═══ Input material

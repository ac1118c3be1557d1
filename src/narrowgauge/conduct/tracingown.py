"""A trace of a function that rounds for itself: arrays that tell what NumPy does with them.

There is no duck array where a kernel is called with plain arrays of its format. For the one run that looks for a
difference it is called with a subclass of ndarray, which hands every operation to NumPy as plain arrays of the same
memory and tells the trace; the bits are those of the run without. A subclass can be lost on the way (a list of
numbers, a buffer that an unlisted module makes): what is computed then is not seen, and the trace says where it comes
back.
"""

from __future__ import annotations

import sys
from collections.abc import Callable, Iterator, Mapping, Sequence
from contextlib import contextmanager
from functools import partial
from inspect import unwrap
from types import FrameType, ModuleType
from typing import Any

import numpy as np

from narrowgauge.conduct.tracing import Kept, Trace
from narrowgauge.dispatch.copies import PrivateCopy
from narrowgauge.dispatch.setting import Place

__all__ = ["run_traced"]

_METHODS = (
    "argmax", "argmin", "argsort", "astype", "clip", "compress", "cumprod", "cumsum", "dot", "max", "mean", "min",
    "prod", "repeat", "round", "searchsorted", "std", "sum", "take", "trace", "var",
)  # fmt: skip
_CONVERTERS = ("array", "asanyarray", "asarray", "ascontiguousarray", "asfortranarray")
_MAKERS = (*_CONVERTERS, "arange", "empty", "eye", "full", "geomspace", "identity", "linspace", "ones", "zeros")


def run_traced(copy: PrivateCopy, draws: Any, *further: Any, trace: Trace, **keywords: Any) -> Any:
    """Return what `copy.function(draws, *further, **keywords)` returns, as plain arrays, and trace the call.

    `copy` is a fresh one that rounds for itself (`own_copy`); its modules' names for NumPy are exchanged during the
    call, and a place is the innermost line of its modules. `draws` are an array of the kernel's own type in any memory
    layout, which is kept as it is, or a tuple of them; they are told to the trace, `gave` is left to the caller.
    """
    modules = [] if copy.copies is None else copy.copies.modules.values()
    function = unwrap(copy.function)
    namespaces = [getattr(function, "__globals__", {}), *map(vars, modules)]
    files = {str(space["__file__"]) for space in namespaces if space.get("__file__")}
    code = getattr(function, "__code__", None)
    watch = _Watch(trace, files if code is None else files | {code.co_filename})
    for array in _numbers(draws):
        trace.draws(array)
    with np.errstate(all="ignore"), _exchanged(namespaces, watch):
        return _plain(copy.function(watch.wrapped(draws), *further, **keywords))


class _Watch:
    """What the traced arrays of one run tell: its trace, places in the user's files, and the class of its arrays."""

    def __init__(self, trace: Trace, files: set[str]) -> None:
        self.trace = trace
        self.files = files
        self.kind: type[_Traced] = type("Traced", (_Traced,), {"watch": self})

    def where(self) -> Place | None:
        """Return the innermost line of the user's files that is being executed."""
        frame: FrameType | None = sys._getframe(1)
        while frame is not None and frame.f_code.co_filename not in self.files:
            frame = frame.f_back
        return None if frame is None else Place(frame.f_code.co_filename, frame.f_lineno)

    def kept(self, operand: Any) -> Kept | None:
        """Keep an operand before it can be overwritten, and note whether it was made out of sight."""
        trace = self.trace
        kept = None if trace.full else trace.keep(operand)
        if kept is not None and trace.lost is None and type(operand) is np.ndarray and trace.varies(kept):
            known = trace.made.keys() | trace.draws_keys | trace.constants
            if not any(known >= set(reading) for reading in kept.readings):
                trace.lost = self.where(), len(trace.operations)
        return kept

    def note(
        self, name: str, operands: Sequence[Kept | None], result: Any, call: Callable[..., Any] | None = None
    ) -> None:
        """Keep one operation."""
        if not self.trace.full:
            self.trace.add(self.where(), name, operands, _plain(result), call)

    def wrapped(self, result: Any) -> Any:
        """Return plain arrays, also in a nest of tuples and lists, as traced ones of the same memory."""
        return _mapped(result, lambda value: value.view(self.kind) if type(value) is np.ndarray else value)

    def call(self, name: str, function: Callable[..., Any], arguments: Sequence[Any], keywords: dict[str, Any]) -> Any:
        """Run one of NumPy's functions on plain arrays, and keep it as one operation."""
        read = {key: value for key, value in keywords.items() if key != "out"}
        operands = [self.kept(value) for value in _numbers((arguments, read))]
        result = function(*_plain(arguments), **_plain(keywords))
        self.note(name, operands, result, _again(function, arguments, read))
        for value in _numbers((arguments, keywords)):
            if isinstance(value, _Traced) and isinstance(result, np.ndarray) and _is_view(value, result):
                return value  # an out=, or what needed no conversion
        return self.wrapped(result)

    def made(self, name: str, *arguments: Any, **keywords: Any) -> Any:
        """Run one of NumPy's functions that make arrays; what they make of plain numbers are constants."""
        function = getattr(np, name)
        given = list(_numbers((arguments, keywords)))
        if any(isinstance(value, _Traced) for value in given):
            return self.call(name, function, arguments, keywords)
        result, trace = function(*arguments, **keywords), self.trace
        if name != "empty" and not trace.full:
            kept = self.kept(result) if name in _CONVERTERS else trace.keep(result)
            if kept is not None and not (name in _CONVERTERS and trace.varies(kept)):
                trace.constants.update(*kept.readings)
        return self.wrapped(result)


class _Traced(np.ndarray[Any, Any]):
    """An array that hands every operation on it to NumPy as a plain array, and tells the watch."""

    watch: _Watch

    def __array_ufunc__(
        self, ufunc: np.ufunc, method: Any, *inputs: Any, out: tuple[Any, ...] = (), **keywords: Any
    ) -> Any:
        watch, called = self.watch, method == "__call__"
        operands = [watch.kept(value) for value in (_as_taken(ufunc, inputs) if called else inputs)]
        function, further = getattr(ufunc, method), _plain(keywords)
        result = function(*_plain(inputs), **({"out": _plain(out)} if out else {}), **further)
        if method == "at":
            result = inputs[0]
        repeat = (lambda *values: function(*values, **further)) if called and "where" not in keywords else None
        watch.note(ufunc.__name__ if called else f"{ufunc.__name__}.{method}", operands, result, repeat)
        if method == "at":
            return None
        if not out:
            return watch.wrapped(result)
        results = result if isinstance(result, tuple) else (result,)
        delivered = [watch.wrapped(got) if into is None else into for got, into in zip(results, out, strict=True)]
        return delivered[0] if len(delivered) == 1 else tuple(delivered)

    def __array_function__(self, function: Any, types: Any, arguments: Any, keywords: Any) -> Any:
        return self.watch.call(function.__name__, function, arguments, keywords)


def _method(name: str) -> Callable[..., Any]:
    plainly = getattr(np.ndarray, name)

    def method(self: _Traced, *arguments: Any, **keywords: Any) -> Any:
        return self.watch.call(name, plainly, (self, *arguments), keywords)

    return method


for _name in _METHODS:
    setattr(_Traced, _name, _method(_name))


class _Numpy(ModuleType):
    """NumPy under the names of the user's module: what it makes is traced, everything else is NumPy's own."""

    def __init__(self, numpy: ModuleType, makers: Mapping[str, Callable[..., Any]]) -> None:
        super().__init__(numpy.__name__)
        vars(self).update(makers, _numpy=numpy)

    def __getattr__(self, name: str) -> Any:
        return getattr(vars(self)["_numpy"], name)


@contextmanager
def _exchanged(namespaces: Sequence[dict[str, Any]], watch: _Watch) -> Iterator[None]:
    """Exchange NumPy, and its functions that make arrays, under every name in some namespaces."""
    makers = {name: partial(watch.made, name) for name in _MAKERS}
    functions = {id(getattr(np, name)): maker for name, maker in makers.items()}
    before: list[tuple[dict[str, Any], str, Any]] = []
    for space in namespaces:
        for name, value in list(space.items()):
            # a private copy has a module of its own for NumPy
            is_numpy = isinstance(value, ModuleType) and value.__name__ == "numpy"
            if is_numpy or id(value) in functions:
                before.append((space, name, value))
                space[name] = _Numpy(value, makers) if is_numpy else functions[id(value)]
    try:
        yield
    finally:
        for space, name, value in before:
            space[name] = value


def _as_taken(ufunc: np.ufunc, inputs: Sequence[Any]) -> Sequence[Any]:
    """Return operands with Python's numbers in the type in which the ufunc takes them."""
    weak = [type(value) in (int, float) for value in inputs]
    if not any(weak):
        return inputs
    types = [type(value) if is_weak else np.asarray(value).dtype for value, is_weak in zip(inputs, weak, strict=True)]
    try:
        taken = ufunc.resolve_dtypes((*types, *(None for _ in range(ufunc.nout))))
        pairs = zip(inputs, weak, taken, strict=False)
        return [np.asarray(value, dtype) if is_weak else value for value, is_weak, dtype in pairs]
    except (TypeError, ValueError, OverflowError):  # the ufunc says so itself
        return inputs


def _again(function: Callable[..., Any], arguments: Sequence[Any], keywords: Mapping[str, Any]) -> Callable[..., Any]:
    """Return what calls a function again with other numbers in the places of those that it got."""

    def again(*operands: Any) -> Any:
        given = iter(operands)
        own, named = _mapped(
            (tuple(arguments), dict(keywords)), lambda value: next(given) if _is_number(value) else value
        )
        return function(*own, **named)

    return again


def _mapped(nest: Any, change: Callable[[Any], Any]) -> Any:
    """Return a nest of lists, tuples and mappings with every other value in it changed."""
    if isinstance(nest, Mapping):
        return {key: _mapped(value, change) for key, value in nest.items()}
    if isinstance(nest, (list, tuple)):
        items = [_mapped(item, change) for item in nest]
        if isinstance(nest, list):
            return items
        return nest._make(items) if hasattr(nest, "_make") else tuple(items)
    return change(nest)


def _plain(nest: Any) -> Any:
    return _mapped(nest, lambda value: value.view(np.ndarray) if isinstance(value, _Traced) else value)


def _numbers(nest: Any) -> list[Any]:
    """Return the arrays and floats in a nest, in order; integers are axes and lengths."""
    found: list[Any] = []
    _mapped(nest, lambda value: found.append(value) if _is_number(value) else None)
    return found


def _is_number(value: Any) -> bool:
    return isinstance(value, (np.ndarray, np.generic, float))


def _is_view(one: np.ndarray[Any, Any], other: np.ndarray[Any, Any]) -> bool:
    """Whether two arrays are the same values in the same memory."""
    if (one.dtype, one.shape, one.strides) != (other.dtype, other.shape, other.strides):
        return False
    return bool(one.__array_interface__["data"] == other.__array_interface__["data"])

══════

◆ **Brief**:
Set down, exactly as they stand above, the lines starting with the line with "(tuple(arguments), dict(keywords)), lambda" and going on through the line with "def _mapped(nest: Any, change: Callable[[Any], Any])", and no others.

◆ **Answer to this problem**:
            (tuple(arguments), dict(keywords)), lambda value: next(given) if _is_number(value) else value
        )
        return function(*own, **named)

    return again


def _mapped(nest: Any, change: Callable[[Any], Any]) -> Any:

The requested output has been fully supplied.